在一些实施例中，所述BMP组分是BMP4，激活素组分是激活素A，BMP4的浓度是3ng/ml，且激活素A的浓度是2ng/ml。在一些实施例中，所述视黄酸组分是反式视黄酸并且以50nm和5μM之间的浓度添加。在一些实施例中，所述视黄酸组分以500nM的浓度添加。

在一些实施例中，在该方法的第1天时加入BMP组分和激活素组分。在一些实施例中，在该方法的第3天时加入视黄酸组分。在一些实施例中，在该方法的第3天时不将另外的BMP组分加入培养基中。

在一些实施例中，在该方法的第3天时从培养基中排除FGF抑制剂。在一些实施例中，通过该方法产生的细胞用于体外测定中，以筛选可能由潜在治疗化合物引起的心脏毒性。

在一个方面，本发明提供了富集心房心肌细胞的分离的心肌细胞群体，其包含至少或约50％的心房心肌细胞、至少或约60％的心房心肌细胞、至少或约70％的心房心肌细胞、至少或约80％的心房心肌细胞、或者，至少或约90％的心房心肌细胞，优选根据本文所述的方法获得。在一个方面，本发明提供了产生富含心室心肌细胞的心肌细胞群体的方法，所述步骤包括：i.在适合生成聚集体(胚状体)的培养基中温育多能干细胞，ii.在适合于中胚层诱导的培养基中温育聚集的干细胞，其中所述培养基至少包括BMP组分，任选BMP4和激活素组分，任选激活素A，其中激活素组分的浓度大于BMP组分的浓度；iii.在合适的培养基中继续所述细胞的生长以生成心肌细胞群体，其中所述心肌细胞群体富含心室心肌细胞。在一些实施例中，BMP与激活素的比率为约0.3：1.0、约0.5：1.0(或1：2)或约0.8：1.0。

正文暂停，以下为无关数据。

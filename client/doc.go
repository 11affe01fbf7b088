// Package client is the Go client of the residua solver service: connect
// with Dial, upload a matrix once (UploadFile, UploadReader, UploadCSR),
// then solve with it as often as needed (Solve, with a progress callback),
// follow jobs (Watch), cancel them (Cancel) and fetch kept solutions
// (DownloadSolution). A simulation code needs only this package and the
// generated proto package (and sparse, to upload a *sparse.CSR).
//
// Vectors travel as packed little-endian float64 bytes (Pack, Unpack);
// Solve sends short right-hand sides inline and uploads long ones first,
// so no message nears gRPC's 4 MiB limit. Uploads go in chunks of
// WithChunkSize bytes (1 MiB by default).
//
// Keepalive is matched with the server's policy (KeepaliveTime), so an
// hours-long quiet solve stream stays open. There is no default deadline:
// give ctx one if you want one, or use SolveRequest.TimeLimit for a budget
// the solver itself honours (running out is a status, not an error).
//
// Errors are gRPC status errors (use status.Code): INVALID_ARGUMENT,
// NOT_FOUND, FAILED_PRECONDITION, RESOURCE_EXHAUSTED, CANCELED,
// DEADLINE_EXCEEDED, UNAUTHENTICATED, UNAVAILABLE, INTERNAL, as the .proto
// documents. A Client is safe for concurrent use.
package client
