package client_test

import (
	"context"
	"fmt"
	"log"
	"time"

	"github.com/residua/residua/client"
	"github.com/residua/residua/solve"
)

// A simulation code uploads its stiffness matrix once, then solves a load
// case per time step with a warm start, reporting progress as it goes.
// (Not run as a test: it needs a server at 127.0.0.1:7447.)
func ExampleClient_Solve() {
	ctx := context.Background()
	c, err := client.Dial(ctx, "127.0.0.1:7447", client.WithTokenFile("/etc/residua/token"))
	if err != nil {
		log.Fatal(err)
	}
	defer c.Close()
	m, err := c.UploadFile(ctx, "heat-sink-block.mtx", "")
	if err != nil {
		log.Fatal(err)
	}
	load := make([]float64, m.GetRows())
	var x []float64
	for step := range 3 {
		for i := range load {
			load[i] = float64(step + 1)
		}
		req := client.SolveRequest{MatrixID: m.GetId(), B: [][]float64{load},
			Request: solve.Request{RelTol: 1e-10}, ProgressInterval: time.Second}
		if x != nil {
			req.X0 = [][]float64{x}
		}
		out, err := c.Solve(ctx, req, func(e client.Event) {
			if p := e.Progress; p != nil {
				fmt.Printf("step %d: iteration %d, relative residual %.2e\n", step, p.Iteration, p.RelResidual)
			}
		})
		if err != nil {
			log.Fatal(err)
		}
		r := out.Results[0]
		fmt.Printf("step %d: %s\n", step, r.Headline)
		x = out.X[0]
	}
}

在一些实施例中，通过测量CD23 5a的水平并且将其与RALDH2的水平进行比较，来确定BMP组分和/或激活素组分的浓度。

在一些实施例中，激活素组分的浓度的选择是基于与表达RALDH2的中胚层细胞相比优先导致更多表达CD23 5a的中胚层细胞的浓度，并且添加BMP组分以达到比激活素组分的浓度更低的浓度。在一些实施例中，添加BMP组分以达到来自诱导中胚层的最佳心脏发生。

在一些实施例中，所述BMP组分是BMP4，激活素组分是激活素A，BMP4的浓度在3-20ng/ml之间，激活素A的浓度在4-20ng/ml之间，并且激活素A的浓度大于BMP4的浓度。在一些实施例中，BMP4的浓度为10ng/ml，且激活素A的浓度为12ng/ml。

在一个方面，本发明提供了分离的心肌细胞群体：富含心室心肌细胞，其包含至少或约30％的心室心肌细胞、至少或约40％的心室心肌细胞、至少或约50％的心室心肌细胞、至少或约60％的心室心肌细胞、至少或约70％的心室心肌细胞、至少或约80％的心室心肌细胞、或至少或约90％的心室心肌细胞，优选根据本文所述的方法获得。在一个实施例中，富含心室心肌细胞的分离的心肌细胞群体基本上不含起搏细胞。在一个优选实施例中，富含心室心肌细胞的分离的心肌细胞群体缺乏起搏细胞。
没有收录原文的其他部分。